Landgericht Osnabrück
Urteil vom 10.04.2012
Az.: 9 O 762/10
Versicherungssparte: Wohngebäudeversicherung
Kürzung: 70 %

Schlagwörter: Waschmaschine, Wasserschlauch, Wasserschaden, Aqua-Stopp

Urteil

1.) Die Beklagte wird verurteilt, an die Klägerin 585,10 € nebst Zinsen in Höhe von 5 Prozentpunkten über dem Basiszinssatz seit dem 31.03.2010 sowie 93,02 € zu zahlen. Im Übrigen wird die Klage abgewiesen.

2.) Die Kosten des Rechtsstreits tragen die Klägerin zu 9/10 und die Beklagte zu 1/10.

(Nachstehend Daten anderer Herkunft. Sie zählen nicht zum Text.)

import { chiSquareSf } from './distributions.ts';
import { requireNonNegative } from './validate.ts';

export interface ChiSquareResult {
  readonly statistic: number;
  /** (r' - 1)(c' - 1) over the rows and columns that have any count; 0 when fewer than 2 of either remain. */
  readonly df: number;
  /** Upper tail of χ²(df); 1 when df = 0 (nothing to compare). */
  readonly pValue: number;
  /** Indices of all-zero rows and columns, left out because their expected counts are 0. */
  readonly droppedRows: number[];
  readonly droppedColumns: number[];
}

/** Pearson chi-square test of homogeneity Σ (O - E)²/E, E = row·column/total, no continuity correction (Pearson 1900; Agresti, Categorical Data Analysis). */
export function chiSquareHomogeneity(table: readonly (readonly number[])[]): ChiSquareResult {
  if (table.length === 0) throw new RangeError('contingency table has no rows');
  const cols = (table[0] as readonly number[]).length;
  table.forEach((row, i) => {
    if (row.length !== cols) throw new RangeError(`contingency table row ${i} has ${row.length} columns, row 0 has ${cols}`);
    row.forEach((v, j) => requireNonNegative(`count [${i}][${j}]`, v));
  });
  const rowSums = table.map((row) => row.reduce((s, v) => s + v, 0));
  const colSums = Array.from({ length: cols }, (_, j) => table.reduce((s, row) => s + (row[j] as number), 0));
  const rows = rowSums.flatMap((s, i) => (s > 0 ? [i] : []));
  const keptCols = colSums.flatMap((s, j) => (s > 0 ? [j] : []));
  const droppedRows = rowSums.flatMap((s, i) => (s > 0 ? [] : [i]));
  const droppedColumns = colSums.flatMap((s, j) => (s > 0 ? [] : [j]));
  const df = rows.length < 2 || keptCols.length < 2 ? 0 : (rows.length - 1) * (keptCols.length - 1);
  if (df === 0) return { statistic: 0, df, pValue: 1, droppedRows, droppedColumns };
  const total = rowSums.reduce((s, v) => s + v, 0);
  let statistic = 0;
  for (const i of rows) {
    for (const j of keptCols) {
      const expected = ((rowSums[i] as number) * (colSums[j] as number)) / total;
      const d = ((table[i] as readonly number[])[j] as number) - expected;
      statistic += (d * d) / expected;
    }
  }
  return { statistic, df, pValue: chiSquareSf(statistic, df), droppedRows, droppedColumns };
}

3.) Das Urteil ist vorläufig vollstreckbar. Der jeweilige Vollstreckungsschuldner kann die Zwangs-vollstreckung durch Sicherheitsleistung in Höhe von 110 % des aufgrund des Urteils zu vollstreckenden Betrages abwenden, wenn nicht zuvor der jeweilige Vollstreckungsgläubiger Sicherheit in Höhe von 110 % des jeweils zu vollstreckenden Betrages leistet.

Tatbestand

Die Parteien streiten um Leistung aus einer Wohngebäudeversicherung aufgrund eines Wasserschadens.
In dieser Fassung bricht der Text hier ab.